The Future of Data Protection 3/27/08
[Following is the first of what I hope will be regular posts by our new Creative Associate, Rachel Cusick. Watch for Rachel's Corner on the blog all year. -- sh.]
I started working for Steve at the beginning of this year with a lot to learn about the security industry. I guess I’d call my perspective fresh, with a healthy dose of naiveté. With so much to learn I really enjoy listening to the discussions at our events. They’re usually bold and loud which always makes for an interesting evening! So when we hosted The Future of Data Protection in Silicon Valley last month, I got a crash course in the IT world.
Bill Munroe joined us from Verdasys to engage our guests in a topic that’s easy to discuss but very hard to agree on: The future of data protection. I expected the concept to be overridden with terminology and extremely difficult to grasp. In a way it is, but in a very big way, I get it.
Although the setting was serene and the wine was calming, the conversation was tumultuous. Bouncing from all sides of the room were opinions from IT security architects, principal analysts, VPs, CIOs and COOs, all with an interesting tweak to each other’s opinions.
What to do? Steve let the conversation flow, taking the opportunity to slow things down and point out conclusions when he could. The biggest deduction of all, is how darn hard it is to actually derive one.
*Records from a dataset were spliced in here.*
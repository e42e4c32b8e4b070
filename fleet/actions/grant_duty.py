"""Grants a person a duty, from an instant on."""

from datetime import datetime

from fleet import acts
from fleet.actions.duty_rows import beginning, of_same_operator, refuse_unknown_role
from fleet.models import Duty, Person
from fleet.queries.duties import roles_of
from records.act import act
from records.actor import Actor
from records.refusal import StepRefused


def grant_duty(
    actor: Actor, person: Person, role: str, *, since: datetime | None = None, reason: str = ""
) -> Duty:
    """This function will grant the duty from `since`, or from the act's own time.

    Raises Invalid for an unknown role or a beginning in the past, StepRefused when the person holds it by
    then, NotKnown for another operator's person.
    """
    of_same_operator(actor, person)
    refuse_unknown_role(role)
    with act(acts.GRANT_DUTY, by=actor, about=f"person:{person.pk}", reason=reason) as entry:
        from_when = beginning(since, entry.at)
        if role in roles_of(person, from_when):
            raise StepRefused("duty-held", f"{person.name} already holds the duty {role}.")
        return Duty.objects.create(
            operator_id=person.operator_id, person=person, role=role, granted=True, since=from_when
        )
First there’s the debate of information versus data, and then comes the real argument of who cares about what it’s called, let’s address the value! Then there’s the challenge of who gets access to what, and no matter how secure the business is, there’s always the internal threat. How do you know who you can trust? What if you hire someone you can trust and they turn into someone else? The one overriding agreement was that security is inconvenient and only appreciated after something bad happens.
Security is not in place for security alone, but to protect the business, the money. And of course the most efficient way to do this is to put the proper devices in place before bad things happen. But any IT professional will tell you, that they’re mostly called upon for reaction, not prevention.
It must be hard to constantly protect and improve protection without much reward.